[Activity] For the listing below, output exactly the lines from the line with "if not data.has_labels" up to and including the line with "the student's vector", and no other lines.

[Data supplied]
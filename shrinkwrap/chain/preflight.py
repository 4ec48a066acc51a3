"""Checks every input of a run before anything is written: the teacher's config and tokenizer, the data,
the student's layers and heads, the transfer texts. Returns the Context the steps are given."""
from __future__ import annotations

import warnings
from pathlib import Path

from shrinkwrap.chain.context import Context
from shrinkwrap.ml import distributed
from shrinkwrap.ml.checks import check_student, teacher_config
from shrinkwrap.recipe.schema import TRAINING_ONLY_TEACHER_KEYS, Recipe
from shrinkwrap.serve.errors import UserError
from shrinkwrap.serve.fingerprint import tokenizer_fingerprint_of
from shrinkwrap.serve.rundir import check_out_dir


def prepare(recipe: Recipe, out: Path, quiet: bool = False) -> Context:
    """Loads and checks everything the chain needs. Writes nothing."""
    from shrinkwrap.ml.data import in_label_order, load_dataset
    from shrinkwrap.ml.models import load_tokenizer
    from shrinkwrap.serve.batches import encode

    where = recipe.source or "recipe"
    check_out_dir(out)
    base, config = teacher_config(recipe, where)
    if recipe.teacher.trust_remote_code:
        warnings.warn(f"{where}: teacher.trust_remote_code is on — Python code shipped with {base} will run")
    if recipe.teacher.trained:
        from shrinkwrap.ml import trained

        trained.check_head(Path(base), config, where)
        ignored = trained.unused_keys(recipe.teacher, TRAINING_ONLY_TEACHER_KEYS)
        if ignored and not quiet:
            warnings.warn(f"{where}: teacher.trained is true — the teacher is used as is, so "
                          f"{', '.join('teacher.' + k for k in ignored)} no longer apply")
    check_student(recipe, config, where)
    tokenizer = load_tokenizer(base, where, recipe.teacher.trust_remote_code)
    if recipe.trim_vocab.enabled:
        from shrinkwrap.ml.vocab import check_trim

        check_trim(tokenizer, where, getattr(config, "model_type", None))
    if recipe.augment.copies and "mask" in recipe.augment.transforms and not (tokenizer.mask_token or tokenizer.unk_token):
        raise UserError(f"{where}: augment.transforms lists mask, but the teacher's tokenizer has no mask (or unknown) "
                        f"token to put in a word's place — leave mask out")
    data_path = recipe.resolve(recipe.data.path)
    if not data_path.exists():
        raise UserError(f"{where}: data.path = {recipe.data.path!r} — no such file or folder ({data_path})")
    embedding = recipe.task == "embedding"
    data = load_dataset(recipe.data, data_path, str(data_path), labels_optional=embedding)
    weights, pooling = None, None
    if recipe.teacher.trained:  # the model's own class order: its logit k is the data's class k
        data = in_label_order(data, trained.match_labels(trained.model_labels(config), data.label_names, where))
        weights = trained.weights_fingerprint(Path(base))
    if embedding:  # a sentence encoder used as is: its weights and how it pools
        from shrinkwrap.ml import trained

        pooling = teacher_pooling(recipe, Path(base), where)
        ignored = trained.unused_keys(recipe.teacher, TRAINING_ONLY_TEACHER_KEYS)
        if ignored and not quiet:
            warnings.warn(f"{where}: task is embedding — the teacher is a sentence encoder used as is, so "
                          f"{', '.join('teacher.' + k for k in ignored)} do not apply")
        weights = trained.weights_fingerprint(Path(base))
        check_embedding(recipe, data, config, where)
        data = data.pairs_apart()
    encoded = {s: encode(tokenizer, getattr(data, s), recipe.teacher.max_length, truncation=recipe.data.truncation)
               for s in ("train", "validation", "test")}
    transfer = None
    st = recipe.student
    if st.transfer_path:
        from shrinkwrap.ml import transfer as transfer_file

        if recipe.data.text_pair and not embedding:
            raise UserError(f"{where}: student.transfer_path goes with single texts, but data.text_pair is set")
        path = recipe.resolve(st.transfer_path)
        transfer = transfer_file.check(path, st.transfer_column or recipe.data.text, str(path))
    if st.init == "pretrained":
        student_tok = load_tokenizer(str(recipe.resolve(st.base)), where)
        if tokenizer_fingerprint_of(student_tok) != tokenizer_fingerprint_of(tokenizer):
            raise UserError(f"{where}: student.base = {st.base!r} — its tokenizer differs from the teacher's "
                            f"(fingerprints {tokenizer_fingerprint_of(student_tok)[:12]} vs "
                            f"{tokenizer_fingerprint_of(tokenizer)[:12]}): a student must read the teacher's tokens")
    if st.attention_weight > 0 and st.init == "config" and st.num_attention_heads not in (None, config.num_attention_heads):
        raise UserError(f"{where}: student.attention_weight needs as many heads as the teacher "
                        f"({config.num_attention_heads}), not student.num_attention_heads = {st.num_attention_heads}")
    return Context(recipe=recipe, run_dir=out, base=base, tokenizer=tokenizer,
                   tokenizer_fp=tokenizer_fingerprint_of(tokenizer), data=data, data_fingerprint=data.fingerprint(),
                   encoded=encoded, pad_id=tokenizer.pad_token_id or 0, quiet=quiet or not distributed.is_main(),
                   teacher_hidden_size=config.hidden_size, transfer=transfer, teacher_weights=weights,
                   pooling=pooling)


def teacher_pooling(recipe: Recipe, base: Path, where: str) -> dict:
    """How a sentence-encoder teacher pools: as its folder says (a sentence-transformers configuration, or a step's
    pooling.json), else as teacher.pooling / teacher.normalize say; a one-line UserError when neither does, or
    when the recipe contradicts the folder."""
    from shrinkwrap.ml.embedding import read_pooling

    found = read_pooling(base)
    t = recipe.teacher
    if found is None:
        if t.pooling is None:
            raise UserError(f"{where}: teacher.base = {t.base!r} — its folder does not say how it pools (no "
                            f"modules.json with a pooling module, no pooling.json): set teacher.pooling (mean, cls or "
                            f"max) and teacher.normalize")
        return {"pooling": t.pooling, "normalize": bool(t.normalize)}
    for key in ("pooling", "normalize"):
        if getattr(t, key) is not None and getattr(t, key) != found[key]:
            raise UserError(f"{where}: teacher.{key} = {getattr(t, key)} — the teacher's folder says {found[key]} "
                            f"(its pooling configuration); leave teacher.{key} out")
    return found


def check_embedding(recipe: Recipe, data, config, where: str) -> None:
    """What task: embedding needs of the data and the student: labels where a limit or metric asks for them, and
    a student as wide as the teacher (its vectors are compared with the teacher's, number for number)."""
    if not data.has_labels and recipe.budget.max_knn_accuracy_drop_points is not None:
        raise UserError(f"{where}: budget.max_knn_accuracy_drop_points needs labels — the data has no "
                        f"{recipe.data.label!r} column (set data.label to its label column)")
    st = recipe.student
    width = config.hidden_size
    if st.init == "config" and st.hidden_size not in (None, width):
        raise UserError(f"{where}: student.hidden_size = {st.hidden_size} with task: embedding — the student's vector "
                        f"must be as wide as the teacher's ({width}) to stay in its space")
    if st.init == "pretrained":
        from transformers import AutoConfig

        other = AutoConfig.from_pretrained(str(recipe.resolve(st.base))).hidden_size
        if other != width:
            raise UserError(f"{where}: student.base = {st.base!r} gives {other}-number vectors with task: embedding — "
                            f"the teacher's are {width}: a student must stay in the teacher's vector space")
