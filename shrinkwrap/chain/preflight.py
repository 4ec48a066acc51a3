"""Checks every input of a run before anything is written: the teacher's config and tokenizer, the data,
the student's layers and heads, the transfer texts. Returns the Context the steps are given."""
from __future__ import annotations

import warnings
from pathlib import Path

from shrinkwrap.chain.context import Context
from shrinkwrap.ml import distributed
from shrinkwrap.ml.checks import check_student, teacher_config
from shrinkwrap.recipe.schema import TRAINING_ONLY_TEACHER_KEYS, Recipe
from shrinkwrap.serve.errors import UserError
from shrinkwrap.serve.fingerprint import tokenizer_fingerprint_of
from shrinkwrap.serve.rundir import check_out_dir


def prepare(recipe: Recipe, out: Path, quiet: bool = False) -> Context:
    """Loads and checks everything the chain needs. Writes nothing."""
    from shrinkwrap.ml.data import in_label_order, load_dataset
    from shrinkwrap.ml.models import load_tokenizer
    from shrinkwrap.serve.batches import encode

    where = recipe.source or "recipe"
    check_out_dir(out)
    base, config = teacher_config(recipe, where)
    if recipe.teacher.trust_remote_code:
        warnings.warn(f"{where}: teacher.trust_remote_code is on — Python code shipped with {base} will run")
    if recipe.teacher.trained:
        from shrinkwrap.ml import trained

        trained.check_head(Path(base), config, where)
        ignored = trained.unused_keys(recipe.teacher, TRAINING_ONLY_TEACHER_KEYS)
        if ignored and not quiet:
            warnings.warn(f"{where}: teacher.trained is true — the teacher is used as is, so "
                          f"{', '.join('teacher.' + k for k in ignored)} no longer apply")
    check_student(recipe, config, where)
    tokenizer = load_tokenizer(base, where, recipe.teacher.trust_remote_code)
    if recipe.trim_vocab.enabled:
        from shrinkwrap.ml.vocab import check_trim

        check_trim(tokenizer, where, getattr(config, "model_type", None))
    if recipe.augment.copies and "mask" in recipe.augment.transforms and not (tokenizer.mask_token or tokenizer.unk_token):
        raise UserError(f"{where}: augment.transforms lists mask, but the teacher's tokenizer has no mask (or unknown) "
                        f"token to put in a word's place — leave mask out")
    data_path = recipe.resolve(recipe.data.path)
    if not data_path.exists():
        raise UserError(f"{where}: data.path = {recipe.data.path!r} — no such file or folder ({data_path})")
    data = load_dataset(recipe.data, data_path, str(data_path))
    weights = None
    if recipe.teacher.trained:  # the model's own class order: its logit k is the data's class k
        data = in_label_order(data, trained.match_labels(trained.model_labels(config), data.label_names, where))
        weights = trained.weights_fingerprint(Path(base))
    encoded = {s: encode(tokenizer, getattr(data, s), recipe.teacher.max_length, truncation=recipe.data.truncation)
               for s in ("train", "validation", "test")}
    transfer = None
    st = recipe.student
    if st.transfer_path:
        from shrinkwrap.ml import transfer as transfer_file

        if recipe.data.text_pair:
            raise UserError(f"{where}: student.transfer_path goes with single texts, but data.text_pair is set")
        path = recipe.resolve(st.transfer_path)
        transfer = transfer_file.check(path, st.transfer_column or recipe.data.text, str(path))
    if st.init == "pretrained":
        student_tok = load_tokenizer(str(recipe.resolve(st.base)), where)
        if tokenizer_fingerprint_of(student_tok) != tokenizer_fingerprint_of(tokenizer):
            raise UserError(f"{where}: student.base = {st.base!r} — its tokenizer differs from the teacher's "
                            f"(fingerprints {tokenizer_fingerprint_of(student_tok)[:12]} vs "
                            f"{tokenizer_fingerprint_of(tokenizer)[:12]}): a student must read the teacher's tokens")
    if st.attention_weight > 0 and st.init == "config" and st.num_attention_heads not in (None, config.num_attention_heads):
        raise UserError(f"{where}: student.attention_weight needs as many heads as the teacher "
                        f"({config.num_attention_heads}), not student.num_attention_heads = {st.num_attention_heads}")
    return Context(recipe=recipe, run_dir=out, base=base, tokenizer=tokenizer,
                   tokenizer_fp=tokenizer_fingerprint_of(tokenizer), data=data, data_fingerprint=data.fingerprint(),
                   encoded=encoded, pad_id=tokenizer.pad_token_id or 0, quiet=quiet or not distributed.is_main(),
                   teacher_hidden_size=config.hidden_size, transfer=transfer, teacher_weights=weights)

[Reply to the exercise]
    if not data.has_labels and recipe.budget.max_knn_accuracy_drop_points is not None:
        raise UserError(f"{where}: budget.max_knn_accuracy_drop_points needs labels — the data has no "
                        f"{recipe.data.label!r} column (set data.label to its label column)")
    st = recipe.student
    width = config.hidden_size
    if st.init == "config" and st.hidden_size not in (None, width):
        raise UserError(f"{where}: student.hidden_size = {st.hidden_size} with task: embedding — the student's vector "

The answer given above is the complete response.